Stored items from a collection:
Segment Open

1. **Candidates.** The static hover (``w = 0``, ``n = e_z``): the equations are linear in the
   thrusts there, and the member of least objective within ``0 < f <= f_max`` is a convex
   programme, solved exactly by a semismooth Newton method on its four dual variables. The
   spinning members: a fixed grid over spin rate (both senses, log-spaced to
   :data:`MAX_SPIN_RAD_S`) and spin-axis direction (tilts to :data:`MAX_TILT_RAD`) is scored
   with the thrusts entering linearly (a ridge least-squares fit per grid point, the spin axis
   also moved within its cell by the same fit linearised in the axis, since at fast spin the
   equilibria lie in a valley far narrower in tilt than the grid's rings); the best
   separated grid points of each sense start a Newton method on the optimality (KKT)
   conditions of ``min objective(f)`` subject to the residual, with the generated Jacobians, a
   finite-difference Hessian of the constraints and an active set for the thrust limits.
   Every converged point is a candidate; it is classified by the sign of its spin rate.
2. **Rule** (the design's ``control.operating_point``): ``prefer-static`` (default) takes the
   static hover when its available control authority (:mod:`kit.analysis.authority`) is
   positive, otherwise the least-effort candidate; ``least-effort`` the candidate of least
   ``sum f_i^2``; ``least-power`` the candidate of least induced power
   ``sum f_i^{3/2} / sqrt(2 rho A_i)`` (momentum theory; ``sum f_i^{3/2}`` when a rotor
   diameter is missing), the spinning candidates then minimising that objective;
   ``static-only`` the static hover or none. Ties within 1e-9 (relative) go to the static
   hover, then to ``w > 0``. The runner-up is reported when within 5 % on the objective.

A failure case may fix the ratios of the working thrusts (``thrust_ratio``; a ratio of 0
switches that rotor off), which leaves a square system in ``(w, n_x, n_y, t)`` with
``f = t r``; its solutions from the same grid are the candidates. The residual is scaled:
moments by ``m g l`` (``l`` the largest hub distance), the force by ``m g``.

References
----------
M. W. Mueller and R. D'Andrea, "Relaxed hover solutions for multicopters", Int. J. Robotics
Research 35(8), 2016, sec. 3 (relaxed hover solutions; from memory). Nocedal & Wright,
Numerical Optimization, 2nd ed., ch. 16 and 18 (active-set methods, Newton on the KKT
conditions, the l1 merit function; from memory). Qi & Sun, "A nonsmooth version of Newton's
method", Math. Programming 58 (1993) (semismooth Newton; from memory). J. G. Leishman,
Principles of Helicopter Aerodynamics, 2nd ed., 2006, ch. 2 (induced power in hover; from
memory).
"""

from __future__ import annotations

import functools
import math
import warnings
from dataclasses import dataclass

import numpy as np

from kit.analysis.authority import StaticAuthority, static_authority
from kit.analysis.vehicle import Vehicle
from kit.design import FailureCase
from kit.design_rules import OPERATING_POINT_RULES

#: Largest spin rate searched, rad/s.
MAX_SPIN_RAD_S = 250.0
#: Scaled residual below which a point counts as an equilibrium.
RESIDUAL_TOL = 1e-9
#: Largest tilt of the spin axis from body z searched (n_z >= cos of it).
MAX_TILT_RAD = math.radians(75.0)
#: Operating-point rules (the design's ``control.operating_point``).
RULES = OPERATING_POINT_RULES
#: The default rule.
DEFAULT_RULE = OPERATING_POINT_RULES[0]
#: A candidate within this fraction of the chosen one's objective is reported as runner-up.
RUNNER_UP_FRACTION = 0.05
#: Smallest thrust of a working rotor, as a fraction of m g / k: the rotor-momentum term
#: ``sqrt(f)`` has an infinite derivative at 0, so a working rotor keeps a little thrust.
THRUST_FLOOR = 1e-4
#: Relative objective difference below which two candidates tie.
TIE_TOL = 1e-9

# the start grid: spin rates (both senses), tilts and azimuths of the spin axis
_SCAN_SPIN_RAD_S = np.geomspace(0.3, MAX_SPIN_RAD_S, 15)
_SCAN_TILT_DEG = (0.0, 8.0, 18.0, 30.0, 45.0, 60.0, 72.0)
_SCAN_AZIMUTHS = 12
#: Newton starts per spin sense: the best grid point, and further separated grid points
#: whose merit is within :data:`_START_MERIT_FACTOR` of it.
_STARTS_PER_SENSE = 2
_START_MERIT_FACTOR = 1.1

Segment Closed

▸ **YOUR INSTRUCTIONS**
Exact reproduction is required: output the lines from the start of the entries above through the line with "hover, then to".

▸ **RESPONSE BELOW**
1. **Candidates.** The static hover (``w = 0``, ``n = e_z``): the equations are linear in the
   thrusts there, and the member of least objective within ``0 < f <= f_max`` is a convex
   programme, solved exactly by a semismooth Newton method on its four dual variables. The
   spinning members: a fixed grid over spin rate (both senses, log-spaced to
   :data:`MAX_SPIN_RAD_S`) and spin-axis direction (tilts to :data:`MAX_TILT_RAD`) is scored
   with the thrusts entering linearly (a ridge least-squares fit per grid point, the spin axis
   also moved within its cell by the same fit linearised in the axis, since at fast spin the
   equilibria lie in a valley far narrower in tilt than the grid's rings); the best
   separated grid points of each sense start a Newton method on the optimality (KKT)
   conditions of ``min objective(f)`` subject to the residual, with the generated Jacobians, a
   finite-difference Hessian of the constraints and an active set for the thrust limits.
   Every converged point is a candidate; it is classified by the sign of its spin rate.
2. **Rule** (the design's ``control.operating_point``): ``prefer-static`` (default) takes the
   static hover when its available control authority (:mod:`kit.analysis.authority`) is
   positive, otherwise the least-effort candidate; ``least-effort`` the candidate of least
   ``sum f_i^2``; ``least-power`` the candidate of least induced power
   ``sum f_i^{3/2} / sqrt(2 rho A_i)`` (momentum theory; ``sum f_i^{3/2}`` when a rotor
   diameter is missing), the spinning candidates then minimising that objective;
   ``static-only`` the static hover or none. Ties within 1e-9 (relative) go to the static
   hover, then to ``w > 0``. The runner-up is reported when within 5 % on the objective.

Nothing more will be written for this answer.